Material provided Block Start

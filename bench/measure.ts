// One measured run in a fresh process: reduces an archive and prints wall time and the process's peak memory as JSON.
// Usage: node dist/bench/measure.js ARCHIVE OUT JOBS [SINCE]
import { runReduce } from '../pipeline/run.js';
import { parseWhen } from '../pipeline/select/select.js';
import { settleEngine } from '../pipeline/engine-settings.js';
import { readFileSync } from 'node:fs';

/**
 * This process's own peak resident memory: the kernel's high-water mark of its memory (VmHWM). getrusage's maxRSS also
 * counts what the parent held when it started this process (Linux carries the mark across fork and exec), so a bench
 * that had grown to 400 MB would report at least that for every run it started.
 */
function peakRssMB(): number {
  const hwm = (() => { try { return readFileSync('/proc/self/status', 'utf8').match(/^VmHWM:\s+(\d+) kB/m); } catch { return null; } })();
  return hwm ? Number(hwm[1]) / 1024 : process.resourceUsage().maxRSS / 1024;
}

// as the command line does
settleEngine();

const [archive, out, jobs, since] = process.argv.slice(2);
const t0 = performance.now();
const { record } = await runReduce({ archive, out, jobs: Number(jobs ?? 1), since: since ? parseWhen(since) : null });
const seconds = (performance.now() - t0) / 1000;
const samples = record.recordings.reduce((s, r) => s + r.frames * r.rows, 0);
// The peak and the CPU time cover the whole process, worker threads and V8's own helper threads included.
const cpu = process.cpuUsage();
process.stdout.write(JSON.stringify({ seconds, reduceSeconds: record.timings.reduce_s, samples, peakRssMB: peakRssMB(), cpuSeconds: (cpu.user + cpu.system) / 1e6, failed: record.counts.failed, recomputed: record.counts.recomputed, reused: record.counts.reused, recordings: record.counts.selected }) + '\n');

Material provided Block End

Goal of the exercise: Lines containing the string "performance" are the ones to copy from the entries above.

Solution:
const t0 = performance.now();
const seconds = (performance.now() - t0) / 1000;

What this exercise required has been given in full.